British grocery inflation hit a 17-month high in November, with the prices of crisps, savoury snacks and cat food increasing the most, market researcher Kantar said on Tuesday.
It said grocery price inflation was 3.2 per cent in the four weeks to Nov. 28, its highest since June 2020.
But it noted that consumer behaviour hasn’t caught up with price rises yet.
“Habits we’d expect to see shift, like swapping branded products for own label or seeking out promotions, haven’t altered just yet,” said Fraser McKevitt, Kantar’s head of retail and consumer insight.
He said concerns over the next stage of the pandemic, with the emergence of the Omicron variant, may see consumers change the way they shop in the next few weeks.

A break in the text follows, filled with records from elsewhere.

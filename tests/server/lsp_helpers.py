"""Helpers of the language-server tests: a server started as `conelang serve` would be
(over stdio, in its own process) and helpers that poll instead of sleeping for fixed times."""
from __future__ import annotations

import asyncio
import sys
import time
from pathlib import Path

import pytest
import pytest_lsp
from lsprotocol import types as T
from pytest_lsp import ClientServerConfig, LanguageClient

SERVER = [sys.executable, "-m", "conelang.cli", "serve"]
TIMEOUT = 30.0          # generous: the machine is shared; nothing asserts a duration

CAPABILITIES = T.ClientCapabilities(
    workspace=T.WorkspaceClientCapabilities(apply_edit=True,
                                            inlay_hint=T.InlayHintWorkspaceClientCapabilities(refresh_support=True)),
    text_document=T.TextDocumentClientCapabilities(
        hover=T.HoverClientCapabilities(content_format=[T.MarkupKind.Markdown]),
        code_action=T.CodeActionClientCapabilities(
            resolve_support=T.ClientCodeActionResolveOptions(properties=["edit"])),
        rename=T.RenameClientCapabilities(prepare_support=True),
        publish_diagnostics=T.PublishDiagnosticsClientCapabilities(related_information=True,
                                                                   tag_support=T.ClientDiagnosticsTagOptions(
                                                                       value_set=[T.DiagnosticTag.Unnecessary]),
                                                                   version_support=True),
    ),
)


def uri_of(path: Path) -> str:
    return path.resolve().as_uri()


async def initialize(client: LanguageClient, root: Path | None = None, capabilities=CAPABILITIES, **options):
    params = T.InitializeParams(capabilities=capabilities,
                                root_uri=uri_of(root) if root else None,
                                workspace_folders=[T.WorkspaceFolder(uri=uri_of(root), name="ws")] if root else None,
                                initialization_options=options or None)
    await client.initialize_session(params)


def open_doc(client: LanguageClient, uri: str, text: str, version: int = 1) -> None:
    client.text_document_did_open(T.DidOpenTextDocumentParams(
        text_document=T.TextDocumentItem(uri=uri, language_id="cone", version=version, text=text)))


def replace_doc(client: LanguageClient, uri: str, text: str, version: int) -> None:
    """Send a full-text change."""
    client.text_document_did_change(T.DidChangeTextDocumentParams(
        text_document=T.VersionedTextDocumentIdentifier(uri=uri, version=version),
        content_changes=[T.TextDocumentContentChangeWholeDocument(text=text)]))


async def wait_for(predicate, timeout: float = TIMEOUT, what: str = "condition"):
    end = time.monotonic() + timeout
    while True:
        value = predicate()
        if value:
            return value
        if time.monotonic() > end:
            raise AssertionError(f"timed out waiting for {what}")
        await asyncio.sleep(0.05)


async def poll(ask, done, what: str, timeout: float = TIMEOUT):
    """Ask again (``await ask()``) until ``done(answer)``; return that answer."""
    end = time.monotonic() + timeout
    while True:
        answer = await ask()
        if done(answer):
            return answer
        if time.monotonic() > end:
            raise AssertionError(f"timed out waiting for {what}; last answer: {answer!r}")
        await asyncio.sleep(0.1)


async def diagnostics_where(client: LanguageClient, uri: str, predicate, what="diagnostics"):
    """Wait until the latest diagnostics published for ``uri`` satisfy ``predicate``."""
    def check():
        d = client.diagnostics.get(uri)
        return d is not None and predicate(list(d)) and (list(d) or True)
    await wait_for(check, what=what)
    return list(client.diagnostics[uri])


def pos(text: str, needle: str, occurrence: int = 0, delta: int = 0) -> T.Position:
    """The LSP position (UTF-16) of the ``occurrence``-th ``needle`` in ``text`` (+ delta)."""
    i = -1
    for _ in range(occurrence + 1):
        i = text.index(needle, i + 1)
    i += delta
    line = text.count("\n", 0, i)
    col_text = text[text.rfind("\n", 0, i) + 1:i]
    return T.Position(line=line, character=sum(2 if ord(c) > 0xFFFF else 1 for c in col_text))


def raw_write(client: LanguageClient, body: str) -> None:
    """Send bytes the typed client would refuse to build (malformed requests)."""
    data = body.encode("utf-8")
    client.protocol.writer.write(f"Content-Length: {len(data)}\r\n\r\n".encode("ascii") + data)


async def raw_request(client: LanguageClient, method: str, params) -> object:
    """A request with arbitrary (possibly malformed) params; raises the error response."""
    import concurrent.futures
    import json
    import uuid
    msg_id = f"raw-{uuid.uuid4()}"
    fut: concurrent.futures.Future = concurrent.futures.Future()
    client.protocol._request_futures[msg_id] = fut
    raw_write(client, json.dumps({"jsonrpc": "2.0", "id": msg_id, "method": method, "params": params}))
    return await asyncio.wait_for(asyncio.wrap_future(fut), TIMEOUT)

Some may prefer to shop online again to limit their visits to stores.
Kantar said the average price of a traditional turkey Christmas dinner for four was 27.48 pounds ($36.42), 3.4 per cent higher than 2020.
On Monday, Bank of England Deputy Governor Ben Broadbent said that overall inflation in Britain might “comfortably exceed” 5 per cent in April.
Kantar said UK grocery sales fell 3.8 per cent year-on-year in the 12 weeks to Nov. 28. In the same period last year sales were boosted by a second COVID-19 lockdown in England and tighter restrictions in Scotland and Wales.
Market leader Tesco (TSCO.L) was again the best performer of the major players.
Tesco won 0.7 percentage points of market share in the period, its biggest jump since 2007, taking it to its highest share since February 2019.
Separately on Tuesday, surveys for the whole UK retail sector showed consumer spending picked up in November, boosted by earlier-than-usual Christmas shopping and a recovery in spending at pubs and restaurants before news of the Omicron variant.